**DATA FOR THIS EXERCISE:**
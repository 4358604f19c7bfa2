/**
 * Budgets on several lists of frequencies solved in one pass (noiseBudgets; a design problem's
 * figure beside its noise curve) against each list evaluated alone, bit for bit: totals, terms,
 * reference curves and warnings on every example; and a figure with its curve against the two
 * evaluations one after the other, refusals and their messages included. Reference: the
 * one-list path itself (common practice, no outside source: the claim under test is identity
 * with it).
 */
import { readdirSync, readFileSync } from "node:fs";
import { join } from "node:path";
import { describe, expect, it } from "vitest";
import { designProblem } from "../../src/design/problem";
import { type NoiseBudget, noiseBudget, noiseBudgets } from "../../src/engine/budget";
import { evaluate } from "../../src/evaluate";
import { figureValue } from "../../src/figures/value";
import { prepare } from "../../src/prepare";
import { logGrid } from "../../src/setup/grid";

const EXAMPLES = join(__dirname, "..", "..", "examples");
const examples = readdirSync(EXAMPLES).filter((f) => f.endsWith(".json"));

function readExample(file: string): string {
  return readFileSync(join(EXAMPLES, file), "utf8");
}

/** The bytes of every number, so that −0 and +0 count as different. */
function bytes(xs: Float64Array): string {
  return Buffer.from(xs.buffer, xs.byteOffset, xs.byteLength).toString("hex");
}

/** Everything a budget holds, as text that differs when any bit does. */
function fingerprint(b: NoiseBudget): string {
  return JSON.stringify({
    frequencies: bytes(b.frequencies),
    quantity: b.quantity,
    readout: b.readout,
    total: bytes(b.total),
    terms: b.terms.map((t) => [t.id, t.label, t.owner, t.category, bytes(t.psd)]),
    references: b.references.map((r) => [r.id, r.label, bytes(r.psd)]),
    warnings: b.warnings,
  });
}

describe("budgets on several lists of frequencies at once give each list's own budget", () => {
  it.each(examples)("%s: one frequency, a 200-point grid and a 5-point list, in both orders and alone", (file) => {
    const { assembled, setup } = prepare(readExample(file));
    const range = setup.grid ?? { from: 1, to: 1e5 };
    const grid = logGrid({ from: range.from, to: range.to, points: 200 });
    const one = Float64Array.of(Math.sqrt(range.from * range.to) * 1.01);
    const five = logGrid({ from: range.from * 1.3, to: range.to / 1.3, points: 5 });
    const alone = [one, grid, five].map((list) => fingerprint(noiseBudget(assembled, list)));
    expect(noiseBudgets(assembled, [one, grid, five]).map(fingerprint)).toEqual(alone);
    expect(noiseBudgets(assembled, [five, grid, one]).map(fingerprint)).toEqual([alone[2], alone[1], alone[0]]);
    // Few frequencies in all: solved one at a time, as each list alone.
    expect(noiseBudgets(assembled, [one, five]).map(fingerprint)).toEqual([alone[0], alone[2]]);
  });

  it("refuses a list its classical noise spectrum does not cover, with noiseBudget's error for that list", () => {
    const { assembled } = prepare(readExample("test-mirror-classical-noise.json"));
    const inside = logGrid({ from: 10, to: 1e4, points: 50 });
    const beyond = logGrid({ from: 10, to: 5e4, points: 50 });
    const expected = (() => {
      try {
        noiseBudget(assembled, beyond);
      } catch (e) {
        return (e as Error).message;
      }
      return undefined;
    })();
    expect(expected).toMatch(/coil-driver/);
    expect(() => noiseBudgets(assembled, [inside, beyond])).toThrow(expected);
  });
});

describe("a figure with its noise curve is the figure's evaluation followed by the curve's", () => {
  /** What an evaluation gave: the figure and the curve's bytes, or the refusal's message. */
  type Seen = { value?: number; curve?: string; message?: string };

  /** The two evaluations one after the other, as an outcome. */
  function oneAfterTheOther(setup: string, problem: ReturnType<typeof designProblem>, curveFrequencies: Float64Array): Seen {
    const prepared = prepare(setup);
    const figureOutcome = ((): Seen => {
      try {
        return { value: figureValue(problem.plan, evaluate(prepared, problem.figureFrequencies).budget, problem.figureFrequencies) };
      } catch (e) {
        return { message: (e as Error).message };
      }
    })();
    if (figureOutcome.message !== undefined) return figureOutcome;
    try {
      return { value: figureOutcome.value, curve: bytes(evaluate(prepared, curveFrequencies).budget.total) };
    } catch (e) {
      return { message: (e as Error).message };
    }
  }

  function outcome(problem: ReturnType<typeof designProblem>, curveFrequencies: Float64Array): Seen {
    const o = problem.evaluateWithCurve({}, [], curveFrequencies);
    return o.message !== undefined ? { message: o.message } : { value: o.value, curve: o.curve && bytes(o.curve) };
  }

  it.each(examples)("%s: the margin at one frequency and a 256-point curve, and the best margin on a grid laid out twice", (file) => {
    const setup = readExample(file);
    const { setup: resolved } = prepare(setup);
    const range = resolved.grid ?? { from: 1, to: 1e5 };
    const grid = { from: range.from, to: range.to, points: 256 };
    const atOne = designProblem(setup, { kind: "margin-at", frequency: `${Math.sqrt(range.from * range.to)} Hz` }, grid);
    const curve = logGrid(grid);
    expect(outcome(atOne, curve)).toEqual(oneAfterTheOther(setup, atOne, curve));
    const best = designProblem(setup, { kind: "best-margin" }, grid);
    // The figure's frequencies and the curve's are two arrays with the same values.
    expect(best.figureFrequencies).not.toBe(curve);
    expect(outcome(best, curve)).toEqual(oneAfterTheOther(setup, best, curve));
  });

  it("a curve beyond a classical noise spectrum: the figure's value is computed, then the curve is refused with its message", () => {
    const setup = readExample("test-mirror-classical-noise.json");
    const problem = designProblem(setup, { kind: "margin-at", frequency: "1 kHz" });
    const beyond = logGrid({ from: 10, to: 5e4, points: 100 });
    const expected = oneAfterTheOther(setup, problem, beyond);
    expect(expected.message).toMatch(/coil-driver/);
    expect(outcome(problem, beyond)).toEqual(expected);
  });

  it("a figure beyond a classical noise spectrum and a curve inside it: the figure's refusal", () => {
    const setup = readExample("test-mirror-classical-noise.json");
    const problem = designProblem(setup, { kind: "noise-at", frequency: "30 kHz" }, { from: 10, to: 5e4, points: 100 });
    const inside = logGrid({ from: 10, to: 1e4, points: 100 });
    const expected = oneAfterTheOther(setup, problem, inside);
    expect(expected.message).toMatch(/coil-driver/);
    expect(outcome(problem, inside)).toEqual(expected);
  });
});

**ACTIVITY:** Which lines above include the word "Seen"? Pick them out and copy them.

**ANSWER SECTION:**
  type Seen = { value?: number; curve?: string; message?: string };
  function oneAfterTheOther(setup: string, problem: ReturnType<typeof designProblem>, curveFrequencies: Float64Array): Seen {
    const figureOutcome = ((): Seen => {
  function outcome(problem: ReturnType<typeof designProblem>, curveFrequencies: Float64Array): Seen {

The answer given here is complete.